The full set of entries has to be output exactly.

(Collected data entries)
-- -- --

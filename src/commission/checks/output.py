"""Checks on what the diverter's output does: what its forced-mode percentages mean, and the
flicker its switching causes (measured from a voltage capture, or predicted for burst fire).
"""

from __future__ import annotations

from typing import Any

from ..units import format_number as f
from .registry import (
    FAIL,
    PASS,
    REVIEW,
    Context,
    Expected,
    Input,
    Measured,
    Outcome,
    Param,
    check,
)

SRC_FORCED = ("phase-cut power against the conducting share x: P/P0 = x − sin(2πx)/(2π) "
              "(Rashid, AC voltage controllers, from memory; CHECKS.md); tolerance our default")
POWER_LAW, TIME_LAW = "power", "time"
MEANING = {
    POWER_LAW: "the forced-mode percentages mean power: 20 % gives a fifth of the element's "
               "power",
    TIME_LAW: "the forced-mode percentages mean the share of each half-cycle that conducts, "
              "not power: 20 % gives about 5 % of the element's power, 50 % half, 80 % about "
              "95 %",
}


def forced_mode_law(p20_w: float, p50_w: float, p100_w: float,
                    tolerance: float) -> tuple[str | None, Any]:
    """Which law the readings follow ('power', 'time' or None) and the deviations."""
    from ..physics.phase_control import forced_mode_deviations

    fit = forced_mode_deviations([0.2, 0.5, 1.0], [p20_w, p50_w, p100_w], p100_w)
    fits = [law for law, dev in ((POWER_LAW, fit.power_linear_max_dev),
                                 (TIME_LAW, fit.time_linear_max_dev)) if dev <= tolerance]
    return (fits[0] if len(fits) == 1 else None), fit


@check(
    "forced_mode_law",
    summary="what the diverter's forced-mode percentages mean (power or conduction time)",
    source=SRC_FORCED,
    quantities=("power",),
    inputs={"p20": Input("element power at forced 20 %"),
            "p50": Input("element power at forced 50 %")},
    params={"tolerance_pct": Param(3.0, "% of full power", "our default",
                                   "largest deviation from a law that still fits it")},
)
def forced_mode_check(ctx: Context) -> Outcome:
    """Sits on the element power at forced 100 %."""
    p100 = float(ctx.value)
    p20, p50 = float(ctx.input("p20")), float(ctx.input("p50"))
    if p100 <= 0:
        return Outcome(FAIL, f"{f(p100)} W at forced 100 %: the element takes no power in "
                       "forced mode; check the element and the diverter's output",
                       SRC_FORCED, Measured(p100, "W"), None)
    tol = float(ctx.param("tolerance_pct")) / 100.0
    law, fit = forced_mode_law(p20, p50, p100, tol)
    share20 = 100.0 * fit.measured_fraction[0]
    measured = Measured(round(share20, 1), "% of full power at forced 20 %")
    expected = Expected(None, value="20 % (power) or 4.9 % (time)")
    if law is not None:
        return Outcome(PASS, f"{share20:.1f} % of full power at 20 %, "
                       f"{100 * fit.measured_fraction[1]:.1f} % at 50 %: {MEANING[law]}",
                       SRC_FORCED, measured, expected)
    return Outcome(
        REVIEW,
        f"{share20:.1f} % of full power at 20 %, {100 * fit.measured_fraction[1]:.1f} % at "
        f"50 %: fits neither power ({100 * fit.power_linear_max_dev:.1f} % off) nor conduction "
        f"time ({100 * fit.time_linear_max_dev:.1f} % off) within {f(tol * 100)} % of full "
        "power; read again with the element at working temperature and nothing else on the "
        "circuit",
        SRC_FORCED, measured, expected,
    )


def forced_mode_meaning(p20_w: float, p50_w: float, p100_w: float,
                        tolerance: float = 0.03) -> str | None:
    """The homeowner's sentence on what the percentages mean, or None if undetermined."""
    try:
        law, _ = forced_mode_law(p20_w, p50_w, p100_w, tolerance)
    except ValueError:
        return None
    return None if law is None else MEANING[law]


SRC_FLICKER_FILE = ("IEC 61000-4-15:2010 flickermeter (our implementation, verified against the "
                    "Ed.2 table); limit Pst ≤ 1.0 IEC 61000-3-3 (from memory)")


@check(
    "flicker_capture",
    summary="flicker severity Pst of a 10-minute voltage capture",
    source=SRC_FLICKER_FILE,
    kinds=("file",),
    params={
        "wav_v_full_scale": Param(None, "V", "the measurement front end's calibration",
                                  "volts at full scale of the WAV capture"),
        "limit_pst": Param(1.0, None, "IEC 61000-3-3 (from memory)"),
    },
)
def flicker_capture(ctx: Context) -> Outcome:
    from ..analyses.flicker import SRC_FLICKER, analyse_flicker
    from ..captures import CaptureError

    full = ctx.param("wav_v_full_scale")
    if not full:
        raise ValueError("the checklist must give wav_v_full_scale (volts at full scale)")
    limit = float(ctx.param("limit_pst"))
    value = ctx.value
    path = ctx.file_path(value)

    def run():
        try:
            return analyse_flicker(path, voltage_full_scale_v=float(full), limit=limit,
                                   name=str(value.get("name", "capture")))
        except (CaptureError, ValueError) as exc:
            return ValueError(str(exc))

    result = ctx.memo(("flicker", value["sha256"], float(full), limit,
                       str(value.get("name", "capture"))), run, shared=True)
    if isinstance(result, Exception):
        raise result
    verdict = PASS if result.verdict == "pass" else FAIL
    reason = result.reason
    if result.warnings:
        verdict = REVIEW if verdict == PASS else verdict
        reason = f"{reason}; {'; '.join(result.warnings)}"
    return Outcome(verdict, reason, SRC_FLICKER, Measured(round(result.pst_max, 3), "Pst"),
                   Expected(None, max=limit))


SRC_BURST = ("burst-fire voltage synthesised on the loop impedance (IEC TR 60725 reference "
             "0.40 + j0.25 Ω when none was measured) through our IEC 61000-4-15 flickermeter; "
             "limit Pst ≤ 1.0 IEC 61000-3-3 (from memory)")


@check(
    "burst_fire_flicker",
    summary="predicted flicker of burst-fire switching on this supply",
    source=SRC_BURST,
    kinds=("choice",),
    inputs={
        "power": Input("element rated power (power reading)"),
        "loop": Input("measured loop impedance (resistance reading); the reference impedance "
                      "when absent", required=False),
        "period": Input("burst period (time reading) for a fixed-period pattern",
                        required=False),
        "supply_voltage": Input("supply voltage (reading)", required=False),
    },
    params={"limit_pst": Param(1.0, None, "IEC 61000-3-3 (from memory)")},
)
def burst_fire_flicker(ctx: Context) -> Outcome:
    """Sits on the choice of how the diverter places its burst-fire cycles: 'spread evenly',
    'fixed period' or 'not stated' (both are predicted and the worse is judged)."""
    from ..analyses.flicker import cached_burst_fire

    pattern = str(ctx.value).strip().lower()
    power = float(ctx.input("power"))
    volts = float(ctx.input("supply_voltage")) if ctx.has("supply_voltage") else 230.0
    loop = complex(float(ctx.input("loop")), 0.0) if ctx.has("loop") else None
    limit = float(ctx.param("limit_pst"))
    periods: list[int | None] = []
    if pattern.startswith("spread") or pattern.startswith("not"):
        periods.append(None)
    if pattern.startswith("fixed") or pattern.startswith("not"):
        if ctx.has("period"):
            cycles = max(1, round(float(ctx.input("period")) * 50))
        elif pattern.startswith("fixed"):
            raise ValueError("the burst period is needed for a fixed-period pattern")
        else:
            cycles = 50  # a one-second period, common in burst-fire controllers
        periods.append(cycles)
    if not periods:
        raise ValueError(f"unknown burst pattern {ctx.value!r}")
    predictions = [cached_burst_fire(power, loop, volts, period, limit) for period in periods]
    worst_one = max(predictions, key=lambda p: p.pst_max)
    reason = worst_one.reason
    if loop is not None:
        reason += " (the measured loop taken as resistance)"
    verdict = PASS if worst_one.verdict == "pass" else FAIL
    return Outcome(verdict, reason, SRC_BURST, Measured(round(worst_one.pst_max, 2), "Pst"),
                   Expected(None, max=limit))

-- -- --

== Completed task ==
filename src/commission/checks/output.py
"""Checks on what the diverter's output does: what its forced-mode percentages mean, and the
flicker its switching causes (measured from a voltage capture, or predicted for burst fire).
"""

from __future__ import annotations

from typing import Any

from ..units import format_number as f
from .registry import (
    FAIL,
    PASS,
    REVIEW,
    Context,
    Expected,
    Input,
    Measured,
    Outcome,
    Param,
    check,
)

SRC_FORCED = ("phase-cut power against the conducting share x: P/P0 = x − sin(2πx)/(2π) "
              "(Rashid, AC voltage controllers, from memory; CHECKS.md); tolerance our default")
POWER_LAW, TIME_LAW = "power", "time"
MEANING = {
    POWER_LAW: "the forced-mode percentages mean power: 20 % gives a fifth of the element's "
               "power",
    TIME_LAW: "the forced-mode percentages mean the share of each half-cycle that conducts, "
              "not power: 20 % gives about 5 % of the element's power, 50 % half, 80 % about "
              "95 %",
}


def forced_mode_law(p20_w: float, p50_w: float, p100_w: float,
                    tolerance: float) -> tuple[str | None, Any]:
    """Which law the readings follow ('power', 'time' or None) and the deviations."""
    from ..physics.phase_control import forced_mode_deviations

    fit = forced_mode_deviations([0.2, 0.5, 1.0], [p20_w, p50_w, p100_w], p100_w)
    fits = [law for law, dev in ((POWER_LAW, fit.power_linear_max_dev),
                                 (TIME_LAW, fit.time_linear_max_dev)) if dev <= tolerance]
    return (fits[0] if len(fits) == 1 else None), fit


@check(
    "forced_mode_law",
    summary="what the diverter's forced-mode percentages mean (power or conduction time)",
    source=SRC_FORCED,
    quantities=("power",),
    inputs={"p20": Input("element power at forced 20 %"),
            "p50": Input("element power at forced 50 %")},
    params={"tolerance_pct": Param(3.0, "% of full power", "our default",
                                   "largest deviation from a law that still fits it")},
)
def forced_mode_check(ctx: Context) -> Outcome:
    """Sits on the element power at forced 100 %."""
    p100 = float(ctx.value)
    p20, p50 = float(ctx.input("p20")), float(ctx.input("p50"))
    if p100 <= 0:
        return Outcome(FAIL, f"{f(p100)} W at forced 100 %: the element takes no power in "
                       "forced mode; check the element and the diverter's output",
                       SRC_FORCED, Measured(p100, "W"), None)
    tol = float(ctx.param("tolerance_pct")) / 100.0
    law, fit = forced_mode_law(p20, p50, p100, tol)
    share20 = 100.0 * fit.measured_fraction[0]
    measured = Measured(round(share20, 1), "% of full power at forced 20 %")
    expected = Expected(None, value="20 % (power) or 4.9 % (time)")
    if law is not None:
        return Outcome(PASS, f"{share20:.1f} % of full power at 20 %, "
                       f"{100 * fit.measured_fraction[1]:.1f} % at 50 %: {MEANING[law]}",
                       SRC_FORCED, measured, expected)
    return Outcome(
        REVIEW,
        f"{share20:.1f} % of full power at 20 %, {100 * fit.measured_fraction[1]:.1f} % at "
        f"50 %: fits neither power ({100 * fit.power_linear_max_dev:.1f} % off) nor conduction "
        f"time ({100 * fit.time_linear_max_dev:.1f} % off) within {f(tol * 100)} % of full "
        "power; read again with the element at working temperature and nothing else on the "
        "circuit",
        SRC_FORCED, measured, expected,
    )


def forced_mode_meaning(p20_w: float, p50_w: float, p100_w: float,
                        tolerance: float = 0.03) -> str | None:
    """The homeowner's sentence on what the percentages mean, or None if undetermined."""
    try:
        law, _ = forced_mode_law(p20_w, p50_w, p100_w, tolerance)
    except ValueError:
        return None
    return None if law is None else MEANING[law]


SRC_FLICKER_FILE = ("IEC 61000-4-15:2010 flickermeter (our implementation, verified against the "
                    "Ed.2 table); limit Pst ≤ 1.0 IEC 61000-3-3 (from memory)")


@check(
    "flicker_capture",
    summary="flicker severity Pst of a 10-minute voltage capture",
    source=SRC_FLICKER_FILE,
    kinds=("file",),
    params={
        "wav_v_full_scale": Param(None, "V", "the measurement front end's calibration",
                                  "volts at full scale of the WAV capture"),
        "limit_pst": Param(1.0, None, "IEC 61000-3-3 (from memory)"),
    },
)
def flicker_capture(ctx: Context) -> Outcome:
    from ..analyses.flicker import SRC_FLICKER, analyse_flicker
    from ..captures import CaptureError

    full = ctx.param("wav_v_full_scale")
    if not full:
        raise ValueError("the checklist must give wav_v_full_scale (volts at full scale)")
    limit = float(ctx.param("limit_pst"))
    value = ctx.value
    path = ctx.file_path(value)

    def run():
        try:
            return analyse_flicker(path, voltage_full_scale_v=float(full), limit=limit,
                                   name=str(value.get("name", "capture")))
        except (CaptureError, ValueError) as exc:
            return ValueError(str(exc))

    result = ctx.memo(("flicker", value["sha256"], float(full), limit,
                       str(value.get("name", "capture"))), run, shared=True)
    if isinstance(result, Exception):
        raise result
    verdict = PASS if result.verdict == "pass" else FAIL
    reason = result.reason
    if result.warnings:
        verdict = REVIEW if verdict == PASS else verdict
        reason = f"{reason}; {'; '.join(result.warnings)}"
    return Outcome(verdict, reason, SRC_FLICKER, Measured(round(result.pst_max, 3), "Pst"),
                   Expected(None, max=limit))


SRC_BURST = ("burst-fire voltage synthesised on the loop impedance (IEC TR 60725 reference "
             "0.40 + j0.25 Ω when none was measured) through our IEC 61000-4-15 flickermeter; "
             "limit Pst ≤ 1.0 IEC 61000-3-3 (from memory)")


@check(
    "burst_fire_flicker",
    summary="predicted flicker of burst-fire switching on this supply",
    source=SRC_BURST,
    kinds=("choice",),
    inputs={
        "power": Input("element rated power (power reading)"),
        "loop": Input("measured loop impedance (resistance reading); the reference impedance "
                      "when absent", required=False),
        "period": Input("burst period (time reading) for a fixed-period pattern",
                        required=False),
        "supply_voltage": Input("supply voltage (reading)", required=False),
    },
    params={"limit_pst": Param(1.0, None, "IEC 61000-3-3 (from memory)")},
)
def burst_fire_flicker(ctx: Context) -> Outcome:
    """Sits on the choice of how the diverter places its burst-fire cycles: 'spread evenly',
    'fixed period' or 'not stated' (both are predicted and the worse is judged)."""
    from ..analyses.flicker import cached_burst_fire

    pattern = str(ctx.value).strip().lower()
    power = float(ctx.input("power"))
    volts = float(ctx.input("supply_voltage")) if ctx.has("supply_voltage") else 230.0
    loop = complex(float(ctx.input("loop")), 0.0) if ctx.has("loop") else None
    limit = float(ctx.param("limit_pst"))
    periods: list[int | None] = []
    if pattern.startswith("spread") or pattern.startswith("not"):
        periods.append(None)
    if pattern.startswith("fixed") or pattern.startswith("not"):
        if ctx.has("period"):
            cycles = max(1, round(float(ctx.input("period")) * 50))
        elif pattern.startswith("fixed"):
            raise ValueError("the burst period is needed for a fixed-period pattern")
        else:
            cycles = 50  # a one-second period, common in burst-fire controllers
        periods.append(cycles)
    if not periods:
        raise ValueError(f"unknown burst pattern {ctx.value!r}")
    predictions = [cached_burst_fire(power, loop, volts, period, limit) for period in periods]
    worst_one = max(predictions, key=lambda p: p.pst_max)
    reason = worst_one.reason
    if loop is not None:
        reason += " (the measured loop taken as resistance)"
    verdict = PASS if worst_one.verdict == "pass" else FAIL
    return Outcome(verdict, reason, SRC_BURST, Measured(round(worst_one.pst_max, 2), "Pst"),
                   Expected(None, max=limit))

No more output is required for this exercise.